START INPUT MATERIAL

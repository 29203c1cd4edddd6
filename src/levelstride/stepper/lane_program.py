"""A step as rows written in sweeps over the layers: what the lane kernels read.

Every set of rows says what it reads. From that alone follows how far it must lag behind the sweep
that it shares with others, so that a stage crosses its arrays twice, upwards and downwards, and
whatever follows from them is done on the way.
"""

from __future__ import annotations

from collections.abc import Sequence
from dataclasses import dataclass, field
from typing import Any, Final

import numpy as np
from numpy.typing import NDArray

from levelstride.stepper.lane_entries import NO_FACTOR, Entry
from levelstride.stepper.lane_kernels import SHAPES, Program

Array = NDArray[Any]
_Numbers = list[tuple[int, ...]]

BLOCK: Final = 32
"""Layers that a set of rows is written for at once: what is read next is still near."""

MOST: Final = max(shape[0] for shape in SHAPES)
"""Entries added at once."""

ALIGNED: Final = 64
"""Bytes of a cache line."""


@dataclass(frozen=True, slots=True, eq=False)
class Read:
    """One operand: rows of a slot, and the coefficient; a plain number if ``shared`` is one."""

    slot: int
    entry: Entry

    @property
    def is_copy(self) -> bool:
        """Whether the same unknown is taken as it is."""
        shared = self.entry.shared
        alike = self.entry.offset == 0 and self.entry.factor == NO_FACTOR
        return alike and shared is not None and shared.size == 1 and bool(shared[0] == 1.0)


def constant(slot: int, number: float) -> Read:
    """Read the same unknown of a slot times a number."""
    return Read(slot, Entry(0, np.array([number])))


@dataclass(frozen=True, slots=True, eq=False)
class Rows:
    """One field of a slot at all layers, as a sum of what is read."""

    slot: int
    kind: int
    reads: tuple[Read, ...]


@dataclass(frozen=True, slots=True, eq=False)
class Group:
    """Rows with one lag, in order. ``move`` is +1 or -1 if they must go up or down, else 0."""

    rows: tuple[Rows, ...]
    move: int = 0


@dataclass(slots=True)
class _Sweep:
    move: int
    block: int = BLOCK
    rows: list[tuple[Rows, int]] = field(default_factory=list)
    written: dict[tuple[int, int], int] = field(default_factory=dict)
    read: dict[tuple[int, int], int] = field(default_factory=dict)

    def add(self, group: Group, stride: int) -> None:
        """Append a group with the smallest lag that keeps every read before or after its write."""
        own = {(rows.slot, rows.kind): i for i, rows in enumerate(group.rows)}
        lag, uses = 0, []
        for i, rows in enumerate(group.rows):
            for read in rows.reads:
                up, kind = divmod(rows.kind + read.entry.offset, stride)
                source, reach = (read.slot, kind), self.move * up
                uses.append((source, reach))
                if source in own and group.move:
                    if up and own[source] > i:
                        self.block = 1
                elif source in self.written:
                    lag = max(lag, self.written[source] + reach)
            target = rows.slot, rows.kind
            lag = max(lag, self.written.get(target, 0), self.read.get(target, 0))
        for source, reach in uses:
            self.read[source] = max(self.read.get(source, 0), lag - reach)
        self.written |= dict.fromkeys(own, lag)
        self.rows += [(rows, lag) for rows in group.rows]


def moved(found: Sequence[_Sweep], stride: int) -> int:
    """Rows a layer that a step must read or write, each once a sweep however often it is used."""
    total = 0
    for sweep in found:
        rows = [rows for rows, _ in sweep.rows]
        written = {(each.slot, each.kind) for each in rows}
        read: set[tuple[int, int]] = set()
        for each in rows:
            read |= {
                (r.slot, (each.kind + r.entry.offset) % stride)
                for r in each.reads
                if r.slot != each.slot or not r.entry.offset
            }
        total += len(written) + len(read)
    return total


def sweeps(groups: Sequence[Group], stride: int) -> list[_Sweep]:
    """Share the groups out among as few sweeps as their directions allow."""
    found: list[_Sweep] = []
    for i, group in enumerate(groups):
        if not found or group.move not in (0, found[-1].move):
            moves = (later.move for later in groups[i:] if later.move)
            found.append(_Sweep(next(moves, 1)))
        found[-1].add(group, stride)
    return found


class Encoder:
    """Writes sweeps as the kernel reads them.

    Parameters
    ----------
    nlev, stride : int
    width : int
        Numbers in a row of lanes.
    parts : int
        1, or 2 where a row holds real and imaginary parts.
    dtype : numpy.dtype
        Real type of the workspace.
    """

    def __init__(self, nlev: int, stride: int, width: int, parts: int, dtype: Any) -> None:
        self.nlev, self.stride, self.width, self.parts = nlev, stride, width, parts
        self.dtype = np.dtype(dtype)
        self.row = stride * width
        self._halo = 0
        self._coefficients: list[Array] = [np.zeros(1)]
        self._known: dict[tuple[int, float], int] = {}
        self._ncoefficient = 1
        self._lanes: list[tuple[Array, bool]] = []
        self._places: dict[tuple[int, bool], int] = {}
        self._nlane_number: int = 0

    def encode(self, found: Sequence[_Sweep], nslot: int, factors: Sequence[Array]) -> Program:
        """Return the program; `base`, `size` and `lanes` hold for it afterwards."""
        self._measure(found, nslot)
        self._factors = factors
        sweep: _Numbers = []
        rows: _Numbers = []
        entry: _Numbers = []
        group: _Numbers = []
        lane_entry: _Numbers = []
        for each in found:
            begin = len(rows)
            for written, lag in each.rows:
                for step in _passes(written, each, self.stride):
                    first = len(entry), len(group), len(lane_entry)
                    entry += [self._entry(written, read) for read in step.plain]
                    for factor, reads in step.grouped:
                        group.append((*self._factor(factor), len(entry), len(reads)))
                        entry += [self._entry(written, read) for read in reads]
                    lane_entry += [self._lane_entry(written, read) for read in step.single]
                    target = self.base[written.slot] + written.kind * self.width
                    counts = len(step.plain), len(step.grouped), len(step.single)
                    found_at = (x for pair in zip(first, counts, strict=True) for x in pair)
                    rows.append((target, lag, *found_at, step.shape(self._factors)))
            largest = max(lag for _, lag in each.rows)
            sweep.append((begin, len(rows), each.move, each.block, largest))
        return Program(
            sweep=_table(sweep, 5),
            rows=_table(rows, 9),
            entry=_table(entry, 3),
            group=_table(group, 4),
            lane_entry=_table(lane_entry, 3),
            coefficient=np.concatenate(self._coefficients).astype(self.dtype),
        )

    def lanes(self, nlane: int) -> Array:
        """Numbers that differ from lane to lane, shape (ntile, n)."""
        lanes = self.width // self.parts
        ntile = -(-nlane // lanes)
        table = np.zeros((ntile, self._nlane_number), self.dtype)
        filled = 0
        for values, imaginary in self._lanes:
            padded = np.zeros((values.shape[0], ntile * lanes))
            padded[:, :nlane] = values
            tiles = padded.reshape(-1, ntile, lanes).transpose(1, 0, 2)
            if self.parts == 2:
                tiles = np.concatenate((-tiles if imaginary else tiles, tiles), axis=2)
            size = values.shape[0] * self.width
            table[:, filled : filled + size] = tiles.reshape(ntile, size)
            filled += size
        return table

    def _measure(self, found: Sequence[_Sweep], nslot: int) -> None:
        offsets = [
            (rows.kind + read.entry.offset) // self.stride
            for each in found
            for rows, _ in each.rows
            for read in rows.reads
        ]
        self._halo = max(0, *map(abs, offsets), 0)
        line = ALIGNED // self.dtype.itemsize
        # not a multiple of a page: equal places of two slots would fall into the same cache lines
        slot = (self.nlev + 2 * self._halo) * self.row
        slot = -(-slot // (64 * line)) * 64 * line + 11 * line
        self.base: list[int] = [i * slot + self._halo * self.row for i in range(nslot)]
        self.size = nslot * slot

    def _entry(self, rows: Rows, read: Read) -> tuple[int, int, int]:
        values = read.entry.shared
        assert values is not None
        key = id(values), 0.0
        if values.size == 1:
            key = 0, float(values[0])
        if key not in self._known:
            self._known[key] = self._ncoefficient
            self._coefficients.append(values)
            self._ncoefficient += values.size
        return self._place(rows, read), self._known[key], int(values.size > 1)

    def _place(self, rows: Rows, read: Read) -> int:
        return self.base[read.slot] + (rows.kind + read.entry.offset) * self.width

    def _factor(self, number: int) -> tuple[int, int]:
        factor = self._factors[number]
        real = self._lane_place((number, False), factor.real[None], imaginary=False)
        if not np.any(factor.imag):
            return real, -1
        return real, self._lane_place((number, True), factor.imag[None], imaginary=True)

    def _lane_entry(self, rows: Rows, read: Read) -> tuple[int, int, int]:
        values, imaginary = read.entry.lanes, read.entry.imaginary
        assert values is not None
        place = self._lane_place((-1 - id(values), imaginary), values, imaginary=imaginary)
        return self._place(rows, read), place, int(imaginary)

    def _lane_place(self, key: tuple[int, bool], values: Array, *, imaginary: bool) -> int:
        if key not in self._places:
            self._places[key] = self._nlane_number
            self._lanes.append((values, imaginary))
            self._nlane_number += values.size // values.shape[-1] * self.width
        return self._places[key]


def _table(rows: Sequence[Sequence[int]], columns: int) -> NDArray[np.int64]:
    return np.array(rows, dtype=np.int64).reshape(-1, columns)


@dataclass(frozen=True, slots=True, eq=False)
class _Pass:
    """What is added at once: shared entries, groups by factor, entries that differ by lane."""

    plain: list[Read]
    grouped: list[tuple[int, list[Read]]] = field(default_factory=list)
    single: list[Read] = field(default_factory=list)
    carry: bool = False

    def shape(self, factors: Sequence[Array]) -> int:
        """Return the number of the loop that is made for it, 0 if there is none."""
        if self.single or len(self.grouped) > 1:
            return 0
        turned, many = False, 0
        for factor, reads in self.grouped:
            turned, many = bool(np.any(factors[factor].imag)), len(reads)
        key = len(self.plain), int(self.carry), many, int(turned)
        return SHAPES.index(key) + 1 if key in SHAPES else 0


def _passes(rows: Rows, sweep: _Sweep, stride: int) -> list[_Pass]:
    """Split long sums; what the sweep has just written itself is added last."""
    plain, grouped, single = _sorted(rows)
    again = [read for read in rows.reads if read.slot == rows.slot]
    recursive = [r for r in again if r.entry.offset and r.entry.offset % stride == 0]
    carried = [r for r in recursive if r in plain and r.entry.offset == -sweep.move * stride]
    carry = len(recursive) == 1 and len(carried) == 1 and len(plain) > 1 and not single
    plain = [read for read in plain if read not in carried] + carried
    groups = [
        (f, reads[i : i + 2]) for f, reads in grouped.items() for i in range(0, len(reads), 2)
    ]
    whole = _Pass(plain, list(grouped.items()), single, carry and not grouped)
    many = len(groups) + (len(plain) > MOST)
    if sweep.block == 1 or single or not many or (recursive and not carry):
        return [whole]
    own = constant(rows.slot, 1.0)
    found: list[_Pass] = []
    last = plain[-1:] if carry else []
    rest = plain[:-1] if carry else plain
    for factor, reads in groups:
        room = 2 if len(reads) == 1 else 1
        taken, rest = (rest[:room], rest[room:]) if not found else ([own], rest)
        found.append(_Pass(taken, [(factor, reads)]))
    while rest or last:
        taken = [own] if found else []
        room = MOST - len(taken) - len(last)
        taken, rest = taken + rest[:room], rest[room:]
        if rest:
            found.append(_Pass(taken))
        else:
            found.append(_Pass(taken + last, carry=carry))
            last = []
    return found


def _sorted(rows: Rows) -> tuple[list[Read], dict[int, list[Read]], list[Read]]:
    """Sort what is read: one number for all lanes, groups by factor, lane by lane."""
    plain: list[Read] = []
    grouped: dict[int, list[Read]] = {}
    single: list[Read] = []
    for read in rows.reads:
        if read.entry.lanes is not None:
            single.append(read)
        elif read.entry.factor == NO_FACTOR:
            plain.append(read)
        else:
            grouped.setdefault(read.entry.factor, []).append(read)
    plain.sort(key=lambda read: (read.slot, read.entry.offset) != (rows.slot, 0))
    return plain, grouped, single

END INPUT MATERIAL
START INPUT MATERIAL

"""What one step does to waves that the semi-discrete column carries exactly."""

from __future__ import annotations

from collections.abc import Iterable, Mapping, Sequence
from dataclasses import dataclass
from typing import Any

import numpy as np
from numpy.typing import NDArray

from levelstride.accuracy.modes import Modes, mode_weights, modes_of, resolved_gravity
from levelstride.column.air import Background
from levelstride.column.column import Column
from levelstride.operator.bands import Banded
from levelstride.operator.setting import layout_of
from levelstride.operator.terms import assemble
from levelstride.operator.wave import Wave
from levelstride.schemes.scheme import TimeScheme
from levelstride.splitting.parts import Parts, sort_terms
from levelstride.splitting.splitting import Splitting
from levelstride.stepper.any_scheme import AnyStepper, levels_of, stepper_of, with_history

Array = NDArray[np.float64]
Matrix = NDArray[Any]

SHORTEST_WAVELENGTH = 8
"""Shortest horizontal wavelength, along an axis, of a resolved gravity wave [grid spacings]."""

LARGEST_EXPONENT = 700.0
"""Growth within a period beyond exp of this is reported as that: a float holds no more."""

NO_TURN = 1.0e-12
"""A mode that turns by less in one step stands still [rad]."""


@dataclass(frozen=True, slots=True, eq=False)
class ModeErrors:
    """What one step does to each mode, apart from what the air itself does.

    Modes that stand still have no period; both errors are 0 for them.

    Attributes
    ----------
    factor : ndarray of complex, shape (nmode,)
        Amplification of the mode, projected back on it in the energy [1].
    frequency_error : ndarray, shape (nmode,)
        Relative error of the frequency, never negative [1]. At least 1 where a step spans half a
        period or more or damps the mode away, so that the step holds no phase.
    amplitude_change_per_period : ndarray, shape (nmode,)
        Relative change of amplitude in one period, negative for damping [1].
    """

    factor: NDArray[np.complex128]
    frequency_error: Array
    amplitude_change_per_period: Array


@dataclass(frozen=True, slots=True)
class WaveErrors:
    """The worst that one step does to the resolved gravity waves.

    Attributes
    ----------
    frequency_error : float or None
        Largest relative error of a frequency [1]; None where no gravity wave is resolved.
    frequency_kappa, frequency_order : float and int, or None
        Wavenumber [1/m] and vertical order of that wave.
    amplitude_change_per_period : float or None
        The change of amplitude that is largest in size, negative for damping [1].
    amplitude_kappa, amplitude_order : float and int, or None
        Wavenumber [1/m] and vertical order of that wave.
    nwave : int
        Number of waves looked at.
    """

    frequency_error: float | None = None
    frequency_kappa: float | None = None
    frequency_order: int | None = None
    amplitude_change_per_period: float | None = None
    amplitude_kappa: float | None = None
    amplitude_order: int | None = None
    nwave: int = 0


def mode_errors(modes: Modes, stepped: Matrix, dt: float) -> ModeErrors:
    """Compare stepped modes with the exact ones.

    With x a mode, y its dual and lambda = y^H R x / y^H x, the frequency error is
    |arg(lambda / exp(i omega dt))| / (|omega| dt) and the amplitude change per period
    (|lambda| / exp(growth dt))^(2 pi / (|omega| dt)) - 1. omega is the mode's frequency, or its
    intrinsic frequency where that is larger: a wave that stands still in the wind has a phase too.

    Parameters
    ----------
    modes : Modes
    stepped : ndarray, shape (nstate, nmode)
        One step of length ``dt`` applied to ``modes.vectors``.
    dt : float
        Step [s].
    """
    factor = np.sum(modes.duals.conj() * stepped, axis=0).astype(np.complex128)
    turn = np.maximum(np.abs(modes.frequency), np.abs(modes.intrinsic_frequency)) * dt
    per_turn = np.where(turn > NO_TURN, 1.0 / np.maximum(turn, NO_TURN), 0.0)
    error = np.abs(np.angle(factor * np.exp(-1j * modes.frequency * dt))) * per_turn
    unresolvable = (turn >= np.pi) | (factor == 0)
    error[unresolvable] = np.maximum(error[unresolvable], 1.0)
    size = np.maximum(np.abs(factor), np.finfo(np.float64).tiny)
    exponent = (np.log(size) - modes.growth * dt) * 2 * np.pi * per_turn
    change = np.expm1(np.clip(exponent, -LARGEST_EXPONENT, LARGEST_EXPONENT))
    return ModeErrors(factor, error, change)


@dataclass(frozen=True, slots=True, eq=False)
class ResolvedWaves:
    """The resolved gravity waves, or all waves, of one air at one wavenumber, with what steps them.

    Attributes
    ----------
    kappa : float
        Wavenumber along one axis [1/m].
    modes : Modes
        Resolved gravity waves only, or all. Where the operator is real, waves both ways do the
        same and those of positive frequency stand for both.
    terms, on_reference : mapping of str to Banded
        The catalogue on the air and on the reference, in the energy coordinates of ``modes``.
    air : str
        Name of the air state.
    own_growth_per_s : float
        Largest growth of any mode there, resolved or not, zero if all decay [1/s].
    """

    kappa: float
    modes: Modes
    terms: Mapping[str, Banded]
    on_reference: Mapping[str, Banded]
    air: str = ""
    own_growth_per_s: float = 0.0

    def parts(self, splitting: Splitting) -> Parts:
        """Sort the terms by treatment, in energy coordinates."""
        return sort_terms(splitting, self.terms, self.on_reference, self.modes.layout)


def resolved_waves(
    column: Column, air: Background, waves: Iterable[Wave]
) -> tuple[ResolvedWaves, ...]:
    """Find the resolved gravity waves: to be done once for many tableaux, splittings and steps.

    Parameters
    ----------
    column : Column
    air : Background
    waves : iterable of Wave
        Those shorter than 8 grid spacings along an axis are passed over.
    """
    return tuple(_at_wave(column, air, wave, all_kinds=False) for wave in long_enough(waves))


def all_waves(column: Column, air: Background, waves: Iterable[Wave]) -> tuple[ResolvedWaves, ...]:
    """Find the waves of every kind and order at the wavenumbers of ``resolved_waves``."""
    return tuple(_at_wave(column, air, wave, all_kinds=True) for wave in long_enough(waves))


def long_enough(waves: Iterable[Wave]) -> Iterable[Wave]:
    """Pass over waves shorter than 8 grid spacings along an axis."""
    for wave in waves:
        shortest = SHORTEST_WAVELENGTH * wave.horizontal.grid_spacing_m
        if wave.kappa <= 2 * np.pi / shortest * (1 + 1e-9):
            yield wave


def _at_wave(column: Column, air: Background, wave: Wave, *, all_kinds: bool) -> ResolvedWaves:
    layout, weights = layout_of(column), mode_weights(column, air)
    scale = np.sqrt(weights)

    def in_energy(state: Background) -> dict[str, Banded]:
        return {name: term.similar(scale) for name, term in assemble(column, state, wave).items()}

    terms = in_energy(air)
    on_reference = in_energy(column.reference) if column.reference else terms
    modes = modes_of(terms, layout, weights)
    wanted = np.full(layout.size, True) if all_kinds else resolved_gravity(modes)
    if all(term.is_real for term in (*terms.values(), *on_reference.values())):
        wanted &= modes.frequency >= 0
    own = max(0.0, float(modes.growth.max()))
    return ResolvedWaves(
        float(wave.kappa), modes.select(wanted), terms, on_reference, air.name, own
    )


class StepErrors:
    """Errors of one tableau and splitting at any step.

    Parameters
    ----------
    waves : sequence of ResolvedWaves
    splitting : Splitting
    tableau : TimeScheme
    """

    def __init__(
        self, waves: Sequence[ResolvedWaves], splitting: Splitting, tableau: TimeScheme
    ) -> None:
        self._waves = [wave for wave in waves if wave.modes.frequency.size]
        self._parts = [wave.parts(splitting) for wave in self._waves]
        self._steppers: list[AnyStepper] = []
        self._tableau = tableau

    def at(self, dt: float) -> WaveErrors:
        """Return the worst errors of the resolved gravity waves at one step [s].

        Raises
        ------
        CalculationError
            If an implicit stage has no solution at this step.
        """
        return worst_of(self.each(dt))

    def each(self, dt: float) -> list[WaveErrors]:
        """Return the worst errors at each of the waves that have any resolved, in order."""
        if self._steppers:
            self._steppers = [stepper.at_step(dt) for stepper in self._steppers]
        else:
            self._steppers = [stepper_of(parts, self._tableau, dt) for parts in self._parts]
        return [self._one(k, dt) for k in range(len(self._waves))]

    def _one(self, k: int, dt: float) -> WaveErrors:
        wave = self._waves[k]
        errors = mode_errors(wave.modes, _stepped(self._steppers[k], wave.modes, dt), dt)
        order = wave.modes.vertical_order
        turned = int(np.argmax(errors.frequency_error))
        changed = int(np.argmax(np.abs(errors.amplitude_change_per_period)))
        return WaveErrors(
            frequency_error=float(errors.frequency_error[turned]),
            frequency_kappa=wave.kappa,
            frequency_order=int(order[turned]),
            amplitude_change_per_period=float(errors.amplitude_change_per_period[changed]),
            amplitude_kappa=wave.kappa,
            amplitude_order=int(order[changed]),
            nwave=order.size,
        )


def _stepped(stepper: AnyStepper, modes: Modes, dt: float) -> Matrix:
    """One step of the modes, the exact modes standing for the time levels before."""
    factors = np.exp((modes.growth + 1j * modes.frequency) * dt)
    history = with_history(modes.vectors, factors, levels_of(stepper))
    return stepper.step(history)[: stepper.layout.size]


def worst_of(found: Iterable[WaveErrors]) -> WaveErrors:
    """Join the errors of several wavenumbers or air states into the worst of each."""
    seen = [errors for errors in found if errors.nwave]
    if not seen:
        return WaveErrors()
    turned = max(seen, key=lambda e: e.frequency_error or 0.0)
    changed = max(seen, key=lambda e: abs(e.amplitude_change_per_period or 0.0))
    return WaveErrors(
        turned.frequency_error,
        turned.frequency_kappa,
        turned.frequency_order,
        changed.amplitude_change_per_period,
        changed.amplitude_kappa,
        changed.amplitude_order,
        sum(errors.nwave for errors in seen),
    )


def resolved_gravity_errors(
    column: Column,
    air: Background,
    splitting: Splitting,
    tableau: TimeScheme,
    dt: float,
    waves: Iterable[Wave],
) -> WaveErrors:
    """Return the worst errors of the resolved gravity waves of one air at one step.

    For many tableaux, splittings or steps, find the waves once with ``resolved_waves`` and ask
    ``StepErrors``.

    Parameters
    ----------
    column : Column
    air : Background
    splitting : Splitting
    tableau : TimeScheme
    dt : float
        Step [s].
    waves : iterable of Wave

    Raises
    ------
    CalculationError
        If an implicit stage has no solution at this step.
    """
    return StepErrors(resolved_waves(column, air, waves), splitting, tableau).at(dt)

END INPUT MATERIAL

> **EXERCISE PROMPT**
Count up the lines in the entries that hold "first", and respond with that count and no other text.

> **RESPONSE FOR THIS EXERCISE**
2